Daniel Lemirebenchmark代码展示了在X86平台上,如何度量一段代码运行了多少时钟周期:

......
#define RDTSC_START(cycles)                                                    \
  do {                                                                         \
    unsigned cyc_high, cyc_low;                                                \
    __asm volatile("cpuid\n\t"                                                 \
                   "rdtsc\n\t"                                                 \
                   "mov %%edx, %0\n\t"                                         \
                   "mov %%eax, %1\n\t"                                         \
                   : "=r"(cyc_high), "=r"(cyc_low)::"%rax", "%rbx", "%rcx",    \
                     "%rdx");                                                  \
    (cycles) = ((uint64_t)cyc_high << 32) | cyc_low;                           \
  } while (0)

#define RDTSC_FINAL(cycles)                                                    \
  do {                                                                         \
    unsigned cyc_high, cyc_low;                                                \
    __asm volatile("rdtscp\n\t"                                                \
                   "mov %%edx, %0\n\t"                                         \
                   "mov %%eax, %1\n\t"                                         \
                   "cpuid\n\t"                                                 \
                   : "=r"(cyc_high), "=r"(cyc_low)::"%rax", "%rbx", "%rcx",    \
                     "%rdx");                                                  \
    (cycles) = ((uint64_t)cyc_high << 32) | cyc_low;                           \
  } while (0)
......
RDTSC_START(cycles_start);                                               
......                                                                   
RDTSC_FINAL(cycles_final);                                               
cycles_diff = (cycles_final - cycles_start);
......

这段代码其实参考自How to Benchmark Code Execution Times on Intel® IA-32 and IA-64 Instruction Set Architectures,原理如下:

(1)测量开始和结束时的cpuid指令用来防止代码的乱序执行(out-of-order),即保证cpuid之前的指令不会调度到cpuid之后执行,因此两个cpuid指令之间只包含要度量的代码,没有掺杂其它的。

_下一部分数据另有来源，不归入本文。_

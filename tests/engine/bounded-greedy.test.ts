/**
 * The exact greedy on iterative solves (plan-bounded-greedy.ts) against the dense greedy (Schur
 * updates of the dense fundamental matrix, itself checked against brute force in plan.test.ts):
 * same starters in the same order and the same totals to 1e-9 on seeded random rooms, weighted,
 * with laziness, required and excluded people and several parts; and the diagonal bounds it
 * rests on against a dense inverse (Cauchy-Schwarz in the K inner product: never above the true
 * value, and exact once the ball covers the whole part).
 */
import assert from 'node:assert/strict';
import { describe, it } from 'node:test';
import { EngineError, plan, prepareRoom, type PlanOptions, type RoomGraph } from '../../shared/engine/index';
import { DiagLowerBound, MAX_HOPS } from '../../shared/engine/diag-lower-bound';
import { GroundedLaplacian } from '../../shared/engine/linalg/grounded-laplacian';
import { rng } from '../bench/bench-rooms';
import { randomPartsRoom } from './engine-fixtures';
import { gridEdges, roomFromEdges, smallWorldEdges } from '../bench/large-rooms';

function options(n: number, parts: number, seed: number): PlanOptions {
  const r = rng(seed * 7 + 3);
  const laziness = r() < 0.3 ? r() * 0.6 : 0;
  const mustInclude = r() < 0.25 ? [Math.floor(r() * n)] : [];
  const exclude = r() < 0.25 ? [Math.floor(r() * n), Math.floor(r() * n)].filter((p) => !mustInclude.includes(p)) : [];
  const k = Math.min(n - 1 - exclude.length, parts + mustInclude.length + 1 + Math.floor(r() * 6));
  return { k, laziness, mustInclude, exclude, method: 'greedy' };
}

/** The iterative exact path is what a room too big for the dense limit and the factor gets. */
const ITERATIVE = { denseLimit: 1, maxFill: 1 } as const;

function compare(g: RoomGraph | ReturnType<typeof roomFromEdges>, o: PlanOptions, label: string): void {
  let dense;
  try {
    dense = plan(g, { ...o, sparseFrom: Infinity });
  } catch (e) {
    assert.ok(e instanceof EngineError);
    assert.throws(
      () => plan(g, { ...o, ...ITERATIVE }),
      (x: unknown) => x instanceof EngineError && x.code === e.code,
      label,
    );
    return;
  }
  const it = plan(g, { ...o, ...ITERATIVE });
  assert.equal(it.solverPath, 'iterative', label);
  assert.equal(it.method, 'greedy', label);
  assert.deepEqual(it.starters, dense.starters, label);
  assert.ok(Math.abs(it.total - dense.total) <= 1e-9 * dense.total, `${label}: ${it.total} vs ${dense.total}`);
  assert.ok(it.lowerBound <= dense.total * (1 + 1e-9), `${label}: bound`);
  assert.equal(it.bestSingle?.person, dense.bestSingle?.person, `${label}: best single starter`);
  if (dense.bestSingle && it.bestSingle)
    assert.ok(Math.abs(it.bestSingle.total - dense.bestSingle.total) <= 1e-9 * dense.bestSingle.total, `${label}: best single total`);
}

describe('exact greedy on iterative solves equals the dense greedy', () => {
  it('on 200 small random rooms (weighted, laziness, constraints, several parts)', () => {
    for (let t = 0; t < 200; t++) {
      const n = 6 + (t % 60);
      const parts = t % 5 === 0 && n > 12 ? 2 + (t % 3) : 1;
      compare(randomPartsRoom(n, parts, 0.5 + (t % 4), 5000 + t), options(n, parts, t), `room ${t} (n ${n}, parts ${parts})`);
    }
  });

  it('on larger rooms: random 400 (laziness, one required), small-world 1,200 (k 30)', () => {
    compare(randomPartsRoom(400, 1, 2, 17), { k: 10, method: 'greedy', laziness: 0.25, mustInclude: [3] }, 'random 400');
    compare(roomFromEdges(smallWorldEdges(1200, 3, 0.1, 9)), { k: 30, method: 'greedy' }, 'small-world 1200');
  });

  it('on a grid (its bounds are the weakest), and says so when a round runs out of checks', () => {
    const grid = roomFromEdges(gridEdges(20, 3));
    compare(grid, { k: 8, method: 'greedy' }, 'grid 400');
    const short = plan(grid, { k: 8, method: 'greedy', ...ITERATIVE, maxChecksPerPick: 1 });
    const note = short.notes.find((s) => s.startsWith('Exact greedy on iterative solves'))!;
    assert.match(note, /except in [1-7] of 7 rounds/);
    assert.doesNotMatch(note, /every pick proven/);
    assert.ok(short.lowerBound <= short.total);
  });

  it('says which path ran and that every pick is proven', () => {
    const r = plan(roomFromEdges(smallWorldEdges(300, 3, 0.1, 4)), { k: 5, method: 'greedy', ...ITERATIVE });
    assert.equal(r.solverPath, 'iterative');
    assert.ok(r.notes.some((s) => s.includes('every pick proven')));
  });
});

/** The inverse of a small SPD matrix by Gauss-Jordan (test oracle only). */
function denseInverse(a: number[][]): number[][] {
  const n = a.length;
  const m = a.map((row, i) => [...row, ...Array.from({ length: n }, (_, j) => (i === j ? 1 : 0))]);
  for (let c = 0; c < n; c++) {
    let p = c;
    for (let r = c + 1; r < n; r++) if (Math.abs(m[r][c]) > Math.abs(m[p][c])) p = r;
    [m[c], m[p]] = [m[p], m[c]];
    const d = m[c][c];
    for (let j = 0; j < 2 * n; j++) m[c][j] /= d;
    for (let r = 0; r < n; r++)
      if (r !== c) {
        const f = m[r][c];
        for (let j = 0; j < 2 * n; j++) m[r][j] -= f * m[c][j];
      }
  }
  return m.map((row) => row.slice(n));
}

describe('diagonal lower bounds of the grounded inverse', () => {
  it('never exceed the dense inverse, and reach it when the ball covers the room', () => {
    for (let t = 0; t < 40; t++) {
      const n = 8 + (t % 30);
      const room = prepareRoom(randomPartsRoom(n, 1, 0.3 + (t % 3), 900 + t));
      const grounded = new Uint8Array(n);
      grounded[t % n] = 1;
      if (t % 2) grounded[(t * 7 + 1) % n] = 1;
      const k = new GroundedLaplacian(room.csr, grounded);
      const idx = [...Array(n).keys()].filter((i) => !grounded[i]);
      const kd = idx.map((i) => idx.map((j) => (i === j ? k.diag[i] : 0)));
      idx.forEach((i, a) => {
        for (let e = k.rowStart[i]; e < k.rowStart[i + 1]; e++) kd[a][idx.indexOf(k.col[e])] += k.val[e];
      });
      const g = denseInverse(kd);
      // Global vectors: G d and G 1 from the dense inverse, as the greedy has them.
      const gd = new Float64Array(n);
      const g1 = new Float64Array(n);
      idx.forEach((i, a) =>
        idx.forEach((j, b) => {
          gd[i] += g[a][b] * room.csr.outStrength[j];
          g1[i] += g[a][b];
        }),
      );
      const bounds = new DiagLowerBound(k);
      bounds.setGlobals(gd, g1);
      idx.forEach((j, a) => {
        let prev = 0;
        for (let h = 0; h <= MAX_HOPS; h++) {
          const lb = bounds.lower(j, h);
          assert.ok(lb <= g[a][a] * (1 + 1e-12), `room ${t}, person ${j}, ${h} hops: ${lb} > ${g[a][a]}`);
          assert.ok(lb >= prev * (1 - 1e-9), `room ${t}: more hops never loosen the bound`);
          prev = lb;
        }
        if (n <= 12) assert.ok(prev >= g[a][a] * (1 - 1e-6), `room ${t}, person ${j}: ${prev} vs ${g[a][a]}`);
      });
    }
  });
});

(2)rdtscrdtscp都是读取系统自启动以来的时钟周期数(cycles,高32位保存在edx寄存器,低32位保存在eax寄存器),并且rdtscp保证其之前的代码都已经完成。两次采样值相减就是我们需要的时钟周期数。

综上所述,通过cpuidrdtscrdtscp3条汇编指令,我们就可以计算出一段代码到底消耗了多少时钟周期。

P.S.,stackoverflow也有相关的讨论。

如何度量系统的时钟频率

Daniel LemireMeasuring the system clock frequency using loops (Intel and ARM)讲述了如何利用汇编指令来度量系统的时钟频率。以Intel X86处理器为例(ARM平台原理类似):

; initialize 'counter' with the desired number
label:
dec counter ; decrement counter
jnz label ; goes to label if counter is not zero

在实际执行时,现代的Intel X86处理器会把decjnz这两条指令“融合”成一条指令,并在一个时钟周期执行完毕。因此只要知道完成一定数量的循环花费了多长时间,就可以计算得出当前系统的时钟频率近似值。

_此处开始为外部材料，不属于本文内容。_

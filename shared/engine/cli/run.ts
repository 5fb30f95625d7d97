/**
 * Command line of the engine (main.ts runs it): `npm run -s cli -- reach|plan|cover|simulate ...`.
 * Each command prints one JSON object on stdout. Bad input: exit status 2 and one line on
 * stderr saying what is wrong and where; an unexpected failure: exit status 1 and one line.
 * Never a stack trace.
 */
import { isEngineError } from '../errors';
import { MAX_MESSAGE_CHARS } from '../io/index';
import { CliError, parseFlags } from './args';
import type { Command } from './command';
import { coverCommand } from './cover';
import { planCommand } from './plan';
import { reachCommand } from './reach';
import { simulateCommand } from './simulate';

const COMMANDS: Command[] = [reachCommand, planCommand, coverCommand, simulateCommand];

const USAGE = `Usage: npm run -s cli -- COMMAND [flags]

Commands:
${COMMANDS.map((c) => `  ${c.name.padEnd(10)}${c.summary}`).join('\n')}

Run "npm run -s cli -- COMMAND --help" for the flags of a command.
Rooms are read by file extension: .json (node-link), .csv (ties, optional --people file), .graphml.
Person ids are printed as strings, exactly as in the file.`;

export async function runCli(argv: readonly string[]): Promise<{ code: number; stdout: string; stderr: string }> {
  const [name, ...rest] = argv;
  if (name === undefined || name === '--help' || name === '-h' || name === 'help') {
    return {
      code: name === undefined ? 2 : 0,
      stdout: name === undefined ? '' : USAGE + '\n',
      stderr: name === undefined ? 'no command given; use one of reach, plan, cover, simulate (see --help)\n' : '',
    };
  }
  const command = COMMANDS.find((c) => c.name === name);
  if (!command)
    return {
      code: 2,
      stdout: '',
      stderr: `unknown command "${oneLine(name).slice(0, 40)}"; use one of reach, plan, cover, simulate (see --help)\n`,
    };
  if (rest.includes('--help') || rest.includes('-h')) return { code: 0, stdout: command.help + '\n', stderr: '' };
  try {
    const flags = parseFlags(rest, command.flags, command.name);
    const out = await command.run(flags);
    const notes = out.notes.map((n) => oneLine(n) + '\n').join('');
    return { code: 0, stdout: JSON.stringify(out.result, mapsAsObjects) + '\n', stderr: notes };
  } catch (e) {
    if (e instanceof CliError) return { code: 2, stdout: '', stderr: oneLine(`${command.name}: ${e.message}`) + '\n' };
    if (isEngineError(e)) {
      const code = e.code === 'SOLVER_FAILED' ? 1 : 2;
      return { code, stdout: '', stderr: oneLine(`${command.name}: ${e.message}`) + '\n' };
    }
    const message = e instanceof Error ? e.message : String(e);
    return { code: 1, stdout: '', stderr: oneLine(`${command.name}: internal error: ${message}`) + '\n' };
  }
}

/** One line of at most MAX_MESSAGE_CHARS characters. */
function oneLine(s: string): string {
  const line = s.replace(/\s*[\r\n]+\s*/g, ' ').trim();
  return line.length > MAX_MESSAGE_CHARS ? `${line.slice(0, MAX_MESSAGE_CHARS - 3)}...` : line;
}

/**
 * Results keyed by person id are Maps, so no id (not even "__proto__") can clash with an
 * object's own machinery; Object.fromEntries defines each key as a plain property for printing.
 */
function mapsAsObjects(_key: string, value: unknown): unknown {
  return value instanceof Map ? Object.fromEntries(value) : value;
}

代码中,Daniel Lemire使用了一种叫做“measure-twice-and-subtract”技巧:假设循环次数是65536,每次实验跑两次。第一次执行65536 * 2次,花费时间是nanoseconds1;第二次执行65536次,花费时间是nanoseconds2。那么我们就得到3个执行65536次数的时间:nanoseconds1 / 2nanoseconds1 - nanoseconds2nanoseconds2。这三个时间之间的误差必须小于一个值才认为此次实验结果是有效的:

......
double nanoseconds = (nanoseconds1 - nanoseconds2);
if ((fabs(nanoseconds - nanoseconds1 / 2) > 0.05 * nanoseconds) or
    (fabs(nanoseconds - nanoseconds2) > 0.05 * nanoseconds)) {
  return 0;
}
......

最后把有效的测量值排序取中位数(median):

......
std::cout << "Got " << freqs.size() << " measures." << std::endl;
std::sort(freqs.begin(),freqs.end());
std::cout << "Median frequency detected: " << freqs[freqs.size() / 2] << " GHz" << std::endl;
......

在我的系统上,lscpu显示的CPU时钟频率:

$ lscpu
......
CPU MHz:             1000.007
CPU max MHz:         3700.0000
CPU min MHz:         1000.0000
......

实际测量结果:

$ ./loop.sh
g++ -O2 -o reportfreq reportfreq.cpp  -std=c++11 -Wall -lm
measure using a tight loop:
Got 9544 measures.
Median frequency detected: 3.39196 GHz

measure using an unrolled loop:
Got 9591 measures.
Median frequency detected: 3.39231 GHz

measure using a tight loop:
Got 9553 measures.
Median frequency detected: 3.39196 GHz

measure using an unrolled loop:
Got 9511 measures.
Median frequency detected: 3.39231 GHz

measure using a tight loop:
Got 9589 measures.
Median frequency detected: 3.39213 GHz

measure using an unrolled loop:
Got 9540 measures.
Median frequency detected: 3.39196 GHz
.......